André François Miot de Mélito (1762–1841) was a French statesman and scholar.

== Life ==
He was born at Versailles (Seine-et-Oise) on 9 February 1762. He was a high official in the war office before the Revolution, and under the Republic he eventually became secretary-general for foreign affairs. That he was not denounced under the Reign of Terror was due to the fact that he was indispensable in his department.

In 1795 he was sent as French envoy to Florence, then to Rome, and on his return to Florence received orders to proceed to Corsica, which, after its evacuation by the British, was in a state of anarchy. In Corsica he allied himself with Joseph Bonaparte, and after pacifying the island returned to Italy. Recalled by the Directory in 1798 because of his refusal to foment insurrection in Italy, he spent some time in retirement, but he was in the diplomatic service in the Netherlands at the revolution of 18 Brumaire (9 November 1799).

Under the Consulate he was secretary-general at the ministry of war, and a member of the council of state, and was sent on a second mission (1801–1802) for the pacification of Corsica. In 1806 he joined Joseph Bonaparte in Naples as minister of the interior, afterwards following him to Spain as Comptroller of the household, but he returned to France in the retreat of 1813. Next year he was created comte de Mélito, and during the Hundred Days he served as Commissary extraordinary with the XII. Army division. He took no part in politics after Waterloo, where his son-in-law, General J. B. Jamin, was killed, and his own son mortally wounded. He visited Joseph Bonaparte in America in 1825, and then spent some years in Germany with his daughter, whose second husband, General von Fleischmann, represented the king of Württemberg in Paris in 1831.
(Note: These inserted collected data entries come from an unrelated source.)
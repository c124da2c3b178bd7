// The contributor's and the moderator's journeys in Chromium against the production build with the mail stand-in:
// a contributor starts an edit, uploads two photos (the progress bar is watched), corrects a colour in the pin map and
// sends it for review; a moderator returns it with a question; the contributor answers and resubmits; the moderator
// approves; the card shows the new revision and both photos; the stand-in holds both outcome mails. Plus the plain
// (no-JavaScript) photo form.
// Screenshots: tests/e2e/artifacts/submission.png, review-item.png, published-card.png.
import sharp from "sharp";
import { describe, expect, it } from "vitest";
import type { BrowserContext, Page } from "playwright-core";
import { artifact, browserSuite, newContext, skipBrowser, waitForMail, watchErrors } from "./browser";

const CARD = "rx750-four-pickups-socket";
const CONTRIBUTOR = { email: "contributor@loomlore.invalid", password: "crimp-and-solder-7" };
const MODERATOR = { email: "moderator@loomlore.invalid", password: "review-queue-lamp" };

/** A photo-like JPEG (noise, so it does not compress to nothing): about 1–2 MB at this size. */
async function photo(seed: number): Promise<Buffer> {
  const w = 1800,
    h = 1200;
  const raw = Buffer.alloc(w * h * 3);
  let x = (seed * 2654435761) >>> 0;
  for (let i = 0; i < raw.length; i++) {
    x ^= x << 13;
    x ^= x >>> 17;
    x ^= x << 5;
    raw[i] = x & 0xff;
  }
  return sharp(raw, { raw: { width: w, height: h, channels: 3 } })
    .jpeg({ quality: 92 })
    .toBuffer();
}

describe.skipIf(skipBrowser)("contributions and review in Chromium", () => {
  const suite = browserSuite({ mail: true, env: { MAIL_POLL_MS: "200" } });
  const { open, gotoHydrated } = suite;

  async function signIn(page: Page, who: { email: string; password: string }) {
    await gotoHydrated(page, "/login");
    await page.getByLabel("E-mail address").fill(who.email);
    await page.getByLabel("Password").fill(who.password);
    await page.getByRole("button", { name: "Sign in" }).click();
    await page.waitForURL((u) => !u.pathname.startsWith("/login"));
  }

  it("upload two photos → fill the pin map → submit → returned with a question → answer → approved → the card shows it", async () => {
    const page = await open();
    await signIn(page, CONTRIBUTOR);
    await gotoHydrated(page, "/contribute");
    await page.locator("select[name=card]").selectOption(CARD);
    await page.getByRole("button", { name: "Start the edit" }).click();
    await page.waitForURL(/\/submissions\/\d+$/);
    const submissionUrl = new URL(page.url()).pathname;
    await gotoHydrated(page, submissionUrl);
    await expect(page.getByTestId("submission-state").innerText()).resolves.toBe("draft");

    // Photos: record every value the progress bar shows while the browser sends the body.
    await page.evaluate(() => {
      const w = window as unknown as { __progress: number[] };
      w.__progress = [];
      new MutationObserver(() => {
        const bar = document.querySelector("progress");
        if (bar) w.__progress.push(Number((bar as HTMLProgressElement).value));
      }).observe(document.body, { subtree: true, childList: true, attributes: true, attributeFilter: ["value"] });
    });
    await page.locator("input[type=file][name=photo]").setInputFiles([
      { name: "wire-side.jpg", mimeType: "image/jpeg", buffer: await photo(1) },
      { name: "in-place.jpg", mimeType: "image/jpeg", buffer: await photo(2) },
    ]);
    await page.getByLabel("Caption (optional)").fill("Wire side, latch up");
    await page.getByRole("checkbox").check();
    await page.getByRole("button", { name: "Upload" }).click();
    await page.locator("main img[src$='.thumb.webp']").nth(1).waitFor({ timeout: 30_000 });
    const progress = await page.evaluate(() => (window as unknown as { __progress: number[] }).__progress);
    expect(progress.length, "the progress bar was shown").toBeGreaterThan(0);
    expect(Math.max(...progress)).toBe(100);
    expect(
      progress.every((v, i) => i === 0 || v >= progress[i - 1]),
      `progress only grows: ${progress.join(",")}`,
    ).toBe(true);
    expect(await page.locator("main img[src$='.thumb.webp']").count()).toBe(2);

    // The pin map: correct cavity 1's colour; the decoded colour shows as it is typed.
    const code = page.locator("input[name='pins.0.code']");
    await code.fill("L/W");
    await expect.poll(async () => page.locator("main").innerText()).toMatch(/blue/i);
    await page.getByLabel("Traced on the bike").check();
    await page.locator("textarea[name=sourceDetail]").fill("Traced on my 1979 bike, loom unwrapped.");
    await page.locator("input[name=summary]").fill("Cavity 1 is blue with a white tracer.");
    await page.screenshot({ path: artifact("submission.png"), fullPage: true });
    await page.getByRole("button", { name: "Send for review" }).click();
    await page.locator("[role=status]", { hasText: "Sent for review" }).waitFor();
    await expect.poll(() => page.getByTestId("submission-state").innerText()).toBe("in review");

    // The moderator, in a context of their own.
    const modContext: BrowserContext = await newContext(suite.browser, suite.server.url);
    const mod = await modContext.newPage();
    const modErrors = watchErrors(mod);
    try {
      await signIn(mod, MODERATOR);
      await gotoHydrated(mod, "/review");
      await mod.getByTestId("queue").getByRole("link", { name: "Pickup coils, loom socket" }).first().click();
      await mod.waitForURL(/\/review\/\d+$/);
      await mod.locator("main td", { hasText: "L/W" }).first().waitFor();
      await mod.screenshot({ path: artifact("review-item.png"), fullPage: true });
      await mod.getByLabel(/Question, reason or note/).fill("Which year was the bike you traced?");
      await mod.getByRole("button", { name: "Return with a question" }).click();
      await mod.waitForURL(/\/review\?done=return$/);

      // The contributor answers and resubmits.
      await gotoHydrated(page, submissionUrl);
      await expect.poll(() => page.getByTestId("submission-state").innerText()).toBe("returned");
      await page.getByText("Which year was the bike you traced?").first().waitFor();
      await page.getByLabel("Your answer").fill("A 1979 bike, UK model.");
      await page.getByRole("button", { name: "Send answer and resubmit" }).click();
      await page.locator("[role=status]", { hasText: "Sent for review" }).waitFor();

      // The moderator approves; the card shows the new revision and both photos.
      await gotoHydrated(mod, submissionUrl.replace("/submissions/", "/review/"));
      await mod.getByRole("button", { name: "Approve and publish" }).click();
      await mod.waitForURL(new RegExp(`/connectors/${CARD}\\?published=\\d+$`));
      const revision = Number(new URL(mod.url()).searchParams.get("published"));
      expect(revision).toBeGreaterThan(1);
      await expect(mod.getByTestId("revision").innerText()).resolves.toBe(`Revision ${revision}`);
      const imgs = mod.getByTestId("card-photos").locator("img");
      await expect(imgs.count()).resolves.toBe(2);
      for (let i = 0; i < 2; i++) {
        await expect.poll(() => imgs.nth(i).evaluate((el) => (el as HTMLImageElement).complete && (el as HTMLImageElement).naturalWidth)).toBeGreaterThan(0);
      }
      await mod.screenshot({ path: artifact("published-card.png"), fullPage: true });
      expect(modErrors).toEqual([]);
    } finally {
      await modContext.close();
    }

    // Both outcome mails are in the stand-in.
    await waitForMail(suite.server.mailHttp!, CONTRIBUTOR.email, /needs another look/);
    await waitForMail(suite.server.mailHttp!, CONTRIBUTOR.email, /is published/);
  });

  it("without JavaScript the plain photo form uploads and the page shows the photo", async () => {
    const ctx = await suite.noJsContext();
    const page = await open(ctx);
    await page.goto("/login");
    await page.getByLabel("E-mail address").fill(CONTRIBUTOR.email);
    await page.getByLabel("Password").fill(CONTRIBUTOR.password);
    await page.getByRole("button", { name: "Sign in" }).click();
    await page.waitForURL((u) => !u.pathname.startsWith("/login"));
    await page.goto("/contribute");
    await page.locator("select[name=family]").selectOption("rx750-four");
    await page.getByRole("button", { name: "Start a new card" }).click();
    await page.waitForURL(/\/submissions\/\d+$/);
    await page.locator("input[type=file][name=photo]").setInputFiles([{ name: "plug.jpg", mimeType: "image/jpeg", buffer: await photo(3) }]);
    await page.getByRole("checkbox").check();
    await page.getByRole("button", { name: "Upload" }).click();
    await page.locator("[role=status]", { hasText: "One photo added" }).waitFor();
    await page.goto(new URL(page.url()).pathname);
    expect(await page.locator("main img[src$='.thumb.webp']").count()).toBe(1);
  });
});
He was admitted in 1835 to the French Academy on the merits of his translations of Herodotus (Paris, 1822) and Diodorus (Paris, 1834-1838). He died in Paris on 5 January 1841.

Miot de Mélito had kept a diary, arranged for publication by his son-in-law, General von Fleischmann, which covers the years from 1788 to 1815, and is of interest for the history of the Bonaparte family and of Joseph's dominion in Spain. Published in France in 1858, it was translated into English by Mrs C. Hoey and J. Lillie (2 vols., 1881); and also into German (Stuttgart, 1866-1867) (see Albert Gaudin, Les Arrétés Miot; Ajaccio, 1896).